╭─ Extracted material

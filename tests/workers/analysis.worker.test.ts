import type { Remote } from 'comlink';
import { afterAll, beforeAll, describe, expect, it } from 'vitest';
import type { AnalysisApi, LogDelivery } from '../../workers/protocol';
import { DETAIL_PARTS, STRIP_POINTS, type DetailParts } from '../../shared/analysis/review-detail';
import { scenarios } from '../../shared/sim/scenarios';
import { simulate } from '../../shared/sim/simulate';
import { handoffPorts, loadWorker } from './harness';

/**
 * The analysis worker's side of the hand-off over real MessageChannels: the test plays the
 * parse worker, posting one LogDelivery on the port the analysis worker listens on.
 */
let analysis: Remote<AnalysisApi>;
let close: () => void;

beforeAll(async () => {
  ({ api: analysis, close } = await loadWorker<AnalysisApi>(
    () => import('../../workers/analysis.worker'),
  ));
});

afterAll(() => close());

/** The analysis worker listens on `port`; `send` plays the parse worker's one delivery. */
function handoff(delivery: LogDelivery) {
  const ports = handoffPorts();
  return { port: ports.port, send: () => ports.send(delivery) };
}

const kite = (seconds: number) =>
  simulate(scenarios['weak-motor']!, { seconds, rateHz: 1000, seed: 3 }).log;

describe('analysis worker handoff', () => {
  it('analyses a delivered log, thins the strip in the worker and hands the bulk over part by part', async () => {
    const log = kite(20);
    const rows = log.rows;
    const { port, send } = handoff({ ok: true, log });
    const analysed = analysis.analyzeDelivered('flight-a', port);
    send();
    const { report, head } = await analysed;
    expect(report.rows).toBe(rows);
    expect(head.strip).toBeDefined();
    expect(head.strip!.t.length).toBe(STRIP_POINTS);
    expect(Object.keys(head.strip!.series).sort()).toEqual(['collective', 'throttle']);
    for (const key of DETAIL_PARTS) expect(key in head).toBe(false);

    const parts = {};
    for (const key of DETAIL_PARTS) {
      const part = await analysis.detailPart('flight-a', key);
      expect(Object.keys(part)).toEqual([key]);
      Object.assign(parts, part);
    }
    const detail = { ...head, ...(parts as DetailParts) };
    expect(detail.effort.t.length).toBeGreaterThan(STRIP_POINTS);
    expect(Object.keys(detail.spectra)).toContain('gyro_x');
    // Each part is handed over once.
    await expect(analysis.detailPart('flight-a', 'effort')).rejects.toMatchObject({
      name: 'FlightNotLoadedError',
    });

    // The log stayed in the worker: the filter bench runs on it without a resend.
    const bench = await analysis.filterBench('flight-a', 'gyro_x', [{ kind: 'lowpass1', hz: 100 }]);
    expect(bench.after.hz.length).toBeGreaterThan(0);
  });

  it('rejects with a named error when word comes that no log is coming', async () => {
    const { port, send } = handoff({ ok: false });
    const analysed = analysis.analyzeDelivered('flight-b', port);
    send();
    await expect(analysed).rejects.toMatchObject({ name: 'LogNotDeliveredError' });
  });

  it('keeps a re-read log for the filter bench without analysing it again', async () => {
    await expect(
      analysis.filterBench('flight-c', 'gyro_y', [{ kind: 'notch', hz: 200 }]),
    ).rejects.toMatchObject({ name: 'FlightNotLoadedError' });
    const { port, send } = handoff({ ok: true, log: kite(10) });
    const loaded = analysis.loadDelivered('flight-c', port);
    send();
    await loaded;
    const bench = await analysis.filterBench('flight-c', 'gyro_y', [{ kind: 'notch', hz: 200 }]);
    expect(bench.response.hz.length).toBeGreaterThan(0);
  });

  it('thins an older flight’s effort trace for the strip on request', async () => {
    const t = Array.from({ length: 4000 }, (_, i) => i / 20);
    const strip = await analysis.strip({
      t,
      series: { throttle: t.map((v) => Math.abs(Math.sin(v))) },
    });
    expect(strip.t.length).toBe(STRIP_POINTS);
    expect(strip.series.throttle!.length).toBe(STRIP_POINTS);
  });
});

╰─

--- Assignment ---
Every record, start to finish: reproduce it word for word.

--- Written reply ---
filename tests/workers/analysis.worker.test.ts
import type { Remote } from 'comlink';
import { afterAll, beforeAll, describe, expect, it } from 'vitest';
import type { AnalysisApi, LogDelivery } from '../../workers/protocol';
import { DETAIL_PARTS, STRIP_POINTS, type DetailParts } from '../../shared/analysis/review-detail';
import { scenarios } from '../../shared/sim/scenarios';
import { simulate } from '../../shared/sim/simulate';
import { handoffPorts, loadWorker } from './harness';

/**
 * The analysis worker's side of the hand-off over real MessageChannels: the test plays the
 * parse worker, posting one LogDelivery on the port the analysis worker listens on.
 */
let analysis: Remote<AnalysisApi>;
let close: () => void;

beforeAll(async () => {
  ({ api: analysis, close } = await loadWorker<AnalysisApi>(
    () => import('../../workers/analysis.worker'),
  ));
});

afterAll(() => close());

/** The analysis worker listens on `port`; `send` plays the parse worker's one delivery. */
function handoff(delivery: LogDelivery) {
  const ports = handoffPorts();
  return { port: ports.port, send: () => ports.send(delivery) };
}

const kite = (seconds: number) =>
  simulate(scenarios['weak-motor']!, { seconds, rateHz: 1000, seed: 3 }).log;

describe('analysis worker handoff', () => {
  it('analyses a delivered log, thins the strip in the worker and hands the bulk over part by part', async () => {
    const log = kite(20);
    const rows = log.rows;
    const { port, send } = handoff({ ok: true, log });
    const analysed = analysis.analyzeDelivered('flight-a', port);
    send();
    const { report, head } = await analysed;
    expect(report.rows).toBe(rows);
    expect(head.strip).toBeDefined();
    expect(head.strip!.t.length).toBe(STRIP_POINTS);
    expect(Object.keys(head.strip!.series).sort()).toEqual(['collective', 'throttle']);
    for (const key of DETAIL_PARTS) expect(key in head).toBe(false);

    const parts = {};
    for (const key of DETAIL_PARTS) {
      const part = await analysis.detailPart('flight-a', key);
      expect(Object.keys(part)).toEqual([key]);
      Object.assign(parts, part);
    }
    const detail = { ...head, ...(parts as DetailParts) };
    expect(detail.effort.t.length).toBeGreaterThan(STRIP_POINTS);
    expect(Object.keys(detail.spectra)).toContain('gyro_x');
    // Each part is handed over once.
    await expect(analysis.detailPart('flight-a', 'effort')).rejects.toMatchObject({
      name: 'FlightNotLoadedError',
    });

    // The log stayed in the worker: the filter bench runs on it without a resend.
    const bench = await analysis.filterBench('flight-a', 'gyro_x', [{ kind: 'lowpass1', hz: 100 }]);
    expect(bench.after.hz.length).toBeGreaterThan(0);
  });

  it('rejects with a named error when word comes that no log is coming', async () => {
    const { port, send } = handoff({ ok: false });
    const analysed = analysis.analyzeDelivered('flight-b', port);
    send();
    await expect(analysed).rejects.toMatchObject({ name: 'LogNotDeliveredError' });
  });

  it('keeps a re-read log for the filter bench without analysing it again', async () => {
    await expect(
      analysis.filterBench('flight-c', 'gyro_y', [{ kind: 'notch', hz: 200 }]),
    ).rejects.toMatchObject({ name: 'FlightNotLoadedError' });
    const { port, send } = handoff({ ok: true, log: kite(10) });
    const loaded = analysis.loadDelivered('flight-c', port);
    send();
    await loaded;
    const bench = await analysis.filterBench('flight-c', 'gyro_y', [{ kind: 'notch', hz: 200 }]);
    expect(bench.response.hz.length).toBeGreaterThan(0);
  });

  it('thins an older flight’s effort trace for the strip on request', async () => {
    const t = Array.from({ length: 4000 }, (_, i) => i / 20);
    const strip = await analysis.strip({
      t,
      series: { throttle: t.map((v) => Math.abs(Math.sin(v))) },
    });
    expect(strip.t.length).toBe(STRIP_POINTS);
    expect(strip.series.throttle!.length).toBe(STRIP_POINTS);
  });
});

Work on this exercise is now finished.